Wu Ming-Fang, Jian Zhi-Hong, Huang Jing-Yang, Jan Cheng-Feng, Nfor Oswald Ndi, Jhang Kai-Ming, Ku Wen-Yuan, Ho Chien-Chang, Lung Chia-Chi, Pan Hui-Hsien, Wu Min-Chen, Liaw Yung-Po
School of Medicine, Chung Shan Medical University, Taichung City, Taiwan.
Divisions of Medical Oncology and Pulmonary Medicine, Chung Shan Medical University Hospital, Taichung City, Taiwan.
BMC Cancer. 2016 Oct 10;16(1):778. doi: 10.1186/s12885-016-2838-4.
Inhaled corticosteroids (ICS) have been associated with decreased lung cancer risk. However, they have been associated with pulmonary infections (tuberculosis [TB] and pneumonia) in patients with chronic obstructive pulmonary disease (COPD). TB and pneumonia have increased lung cancer risk. The association between post-ICS pulmonary infections and lung cancer remains unclear.
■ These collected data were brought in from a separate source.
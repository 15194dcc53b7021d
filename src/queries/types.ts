/**
 * Shapes of the workspace JSON API as the client reads them (the agreed API:
 * entities mirror the `heterolane.plan/1` fields, plus id, key, version and
 * timestamps). Form input types come from the zod schemas in
 * `src/schemas/workspace.ts`; these describe what the server sends back.
 */

export type { Severity } from "@/lib/plan/types";

export interface Row {
  id: string;
  version: number;
  createdAt?: string;
  updatedAt?: string;
}

export interface MissionSummary {
  id: string;
  name: string;
  description: string | null;
  status: string;
  chainCount: number;
  channelCount: number;
  openErrors: number;
  openWarnings: number;
  updatedAt: string;
  version: number;
}

export interface Mission extends Row {
  name: string;
  description: string | null;
  status: string;
}

export interface Interval {
  minGHz: number;
  maxGHz: number;
}

export interface Laser extends Row {
  key: string;
  carrierTHz: number;
  carrierPowerMW: number;
  loPowerMW: number;
  reach: Interval[];
  stepMHz: number;
  driftMHz: number;
  lock: { modulationMHz: number; modulationIndex: number; orders: number };
}

export interface Resonator extends Row {
  key: string;
  fsrGHz: number;
  loadedQ: number;
}

export interface Detector extends Row {
  key: string;
  minGHz: number;
  maxGHz: number;
  maxInputMW: number;
  sampleRateGHz: number | null;
}

export interface Chain extends Row {
  key: string;
  laserId: string;
  resonatorId: string;
  detectorId: string;
  mode: number;
  sideband: "upper" | "lower";
  loOffsetGHz: number;
  rfInput: Interval;
  tapFraction: number;
  pathLossDB: number;
  carrierRejectionDB: number;
  sharedIf: boolean;
}

export interface Channel extends Row {
  key: string;
  name: string;
  chainId: string;
  centerGHz: number;
  bandwidthMHz: number;
  dsbOffsetGHz: number | null;
  integrationMs: number;
  antennaK: number;
  receiverK: number;
  gainStability: number;
  requiredNedtK: number | null;
}

export interface Settings {
  guardMHz: number;
  imageRejectionDB: number;
  spurMaxOrder: number;
  replicaLimitDB: number;
  version: number;
}

// The result document as the engine defines it (one place for its types).
export type { Finding, ChainResult, ChannelResult } from "@/lib/plan/types";
export type PlanResult = import("@/lib/plan/types").ResultDocument;

export interface RevisionSummary {
  number: number;
  status: string;
  authorName: string | null;
  createdAt: string;
  errorCount: number;
  warningCount: number;
  infoCount: number;
  summary: string | null;
}

export interface MutationRevision {
  revision?: { number: number; errorCount: number; warningCount: number };
}

export interface TuningPreview {
  intervals: Interval[];
  points: number;
  isolatedGHz?: number[];
  rejectedRows: { row: number; column?: string; message: string }[] | number;
}

export interface ChannelUploadPreview {
  rows: {
    row: number;
    channel?: Partial<Channel> & { chain?: string };
    errors: { column: string; message: string }[];
  }[];
  valid: boolean;
}

export interface DetectorResponsePreview {
  minGHz: number;
  maxGHz: number;
  peakDB: number;
}

export interface ActivityEntry {
  at: string;
  actorName: string | null;
  action: string;
  entity: string;
  summary: string | null;
  revision: number | null;
}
We conducted a retrospective cohort study from 2003 to 2010 using the Taiwan National Health Insurance Research Database. Among the 1,089,955 patients with COPD, we identified 8813 new users of ICS prescribed for a period of 3 months or more and 35,252 non-ICS users who were randomly matched for sex, age and date of ICS use from 2003 to 2005. Cox proportional hazard regression was used to estimate the hazard ratio (HR) of pulmonary infections in patients with/without ICS use.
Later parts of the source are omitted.